In Michigan, we get charged the regular sales tax rate (6%) on lease fees only. Mirroring fees are not taxed, and neither is programming.


----------



## drpjr (Nov 23, 2007)

In Sacramento, Kally-fornia I pay .44c on a $141.41 bill. Must be a local city tax.


----------



## RACJ2 (Aug 2, 2008)

In the Dallas, TX area I pay 6.25% on the programming and 8.25% on the leased receiver charge. The 6.25% is the state tax and the local taxes are 2%. Here are a couple items from my bill:

Date--------- Access Card----- Description------- Price---- Tax
11/09/2009 XXXXXXXXXXXX Primary Leased Rec $5.00 $0.41
11/09/2009 XXXXXXXXXXXX PLUS HD DVR - Ch $75.99 $4.75


----------



## islesfan (Oct 18, 2006)

Zip, Zero, Nada.

Love living in Nevada!


----------



## RACJ2 (Aug 2, 2008)

islesfan said:


> Zip, Zero, Nada.
> 
> Love living in Nevada!


You don't even get charged the state sales tax rate of 6.85%? That's great! We don't have a state income tax (like Nevada), but we do get charged a state sales tax on most items except food.


----------



## Marvin (Sep 14, 2003)

ciurca said:


> It varies from state to state, based upon what legislation the individual states pass. I don't believe I pay any in MD.


Theres a tax on live PPV events purchased in MD.


----------



## Mike Bertelson (Jan 24, 2007)

http://www.stopsatellitetax.com/talking_points.php


----------



## Montezuma58 (May 24, 2004)

My bill lists $0.43 for sales tax.

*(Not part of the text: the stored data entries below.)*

def corner_rows(comparison) -> list[dict]:
    """Per-corner records of a comparison as plain dicts with the docs/outputs.md, summary.json fields.

    Accepts records (dataclass, mapping or namespace) with the summary.json corner names (docs/outputs.md); speeds may come
    as ``..._kmh`` or ``..._m_s``. Extra fields are kept; ``plain`` holds the
    plain-language line.

    Parameters
    ----------
    comparison : object
        A lap comparison with a ``corners`` list (or the list itself).

    Returns
    -------
    list of dict
        In driving order.
    """
    records = (
        comparison
        if isinstance(comparison, list | tuple)
        else _get(comparison, "corners", default=[])
    )
    rows = []
    for obj in records:
        rec = _as_record(obj)
        row = {
            "name": str(rec["name"]),
            "start_m": _f(rec.get("start_m")),
            "apex_m": _f(rec.get("apex_m")),
            "end_m": _f(rec.get("end_m")),
            "actual_s": _f(rec.get("actual_s")),
            "ideal_s": _f(rec.get("ideal_s")),
            "time_left_s": _f(rec.get("time_left_s")),
            "min_speed_actual_kmh": _kmh_field(rec, "min_speed_actual"),
            "min_speed_ideal_kmh": _kmh_field(rec, "min_speed_ideal"),
            "brake_start_actual_m": _f(rec.get("brake_start_actual_m")),
            "brake_start_ideal_m": _f(rec.get("brake_start_ideal_m")),
            "grip_used": _f(rec.get("grip_used")),
        }
        row["plain"] = _plain_line({**rec, **row})
        if callable(getattr(obj, "summary_dict", None)):
            row["_summary"] = obj.summary_dict()  # the comparison's own summary.json record
        for k, v in rec.items():
            if (
                k not in row
                and isinstance(v, int | float | str | np.floating | np.integer)
                and not isinstance(v, bool)
            ):
                row[k] = v
        rows.append(row)
    return rows
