#: Unicode minus for negative tick labels, as matplotlib sets them.
MINUS = "\N{MINUS SIGN}"
#: Tick steps of matplotlib's default locator (1, 2, 2.5, 5 times a power of ten).
TICK_STEPS = (1.0, 2.0, 2.5, 5.0, 10.0)
#: Tick length and the gap between tick and label, as matplotlib's defaults. [pt]
TICK_LENGTH_PT = 3.5
TICK_PAD_PT = 3.5
#: Gap between the tick labels and an axis label, as matplotlib's default. [pt]
LABEL_PAD_PT = 4.0
#: Gap between a panel's top and its title, as matplotlib's default. [pt]
TITLE_PAD_PT = 6.0


@dataclass(frozen=True)
class Box:
    """A pixel box, from the image's top-left corner, y down. [px]."""

    x0: float
    y0: float
    x1: float
    y1: float

    @property
    def width(self) -> float:
        return self.x1 - self.x0

    @property
    def height(self) -> float:
        return self.y1 - self.y0

    def union(self, other: Box) -> Box:
        return Box(
            min(self.x0, other.x0),
            min(self.y0, other.y0),
            max(self.x1, other.x1),
            max(self.y1, other.y1),
        )


def _colour_row(colour, n: int) -> np.ndarray:
    """``n`` opaque RGBA pixels of a colour as one float32 row (0-255 a byte)."""
    return np.tile(np.array([*rgb(colour), 1.0], dtype=np.float32) * np.float32(255.0), n)


def rgb(colour) -> tuple[float, float, float]:
    """An ``"#rrggbb"`` string or an RGB(A) tuple of 0-1 floats as an RGB tuple. [-]."""
    if isinstance(colour, str):
        c = colour.lstrip("#")
        if len(c) != 6:
            raise ValueError(f"colour {colour!r} is not #rrggbb")
        return tuple(int(c[i : i + 2], 16) / 255.0 for i in (0, 2, 4))
    return tuple(float(v) for v in colour[:3])


# --------------------------------------------------------------------------- text


@dataclass(frozen=True)
class _Glyph:
    bitmap: np.ndarray  # alpha 0-255, row 0 at ``top`` px above the baseline
    top: int  # [px] above the baseline
    advance: float  # [px], hinted
    index: int  # glyph index in the font (for kerning)
    ink_x0: int  # first and last+1 inked column of the bitmap (bitmap x 0 = pen - _PAD)
    ink_x1: int


_PAD = 4  # [px] room left of the pen for glyphs with a negative left bearing
_GLYPHS: dict = {}
_KERNING: dict = {}
_LINE: dict = {}
_FONT_FILES: dict = {}
_FONT_LOCK = threading.Lock()


def _font(weight: str):
    """FreeType face for this thread of DejaVu Sans (matplotlib's bundled default)."""
    from matplotlib.font_manager import FontProperties, findfont, get_font

    path = _FONT_FILES.get(weight)
    if path is None:
        with _FONT_LOCK:
            path = findfont(FontProperties(family="DejaVu Sans", weight=weight))
            _FONT_FILES[weight] = path
    return get_font(path)  # matplotlib keeps one face per file and thread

My total bill is $104.41. I'm not sure what rate they are using and what they are charging tax on. But it is much less than the 4% portion of the sales tax here.


----------



## Shades228 (Mar 18, 2008)

Chances are that 43 cents is coming for leased fees. Which would be 8.6% if it was just 1 additional.


----------



## harsh (Jun 15, 2003)

Note that some states charge property taxes on owned equipment and some states charge taxes on leased equipment but not owned equipment.


----------



## jessshaun (Sep 14, 2005)

Nothing here in Illinois.

Current Charges & Fees	104.99
Adjustments & Credits	-5.00
Taxes 0.00 
Amount Due	$99.99


----------



## cartrivision (Jul 25, 2007)

In California we pay no taxes on programming fees, and pay state and local sales tax on the $5/mo lease fee for leased receivers (but not on the $5/mo mirror fee for owned receivers).


----------



## Jhon69 (Mar 28, 2006)

trainman said:


> Currently zero percent in California, but who knows what they'll do in the future to attempt to balance the state budget...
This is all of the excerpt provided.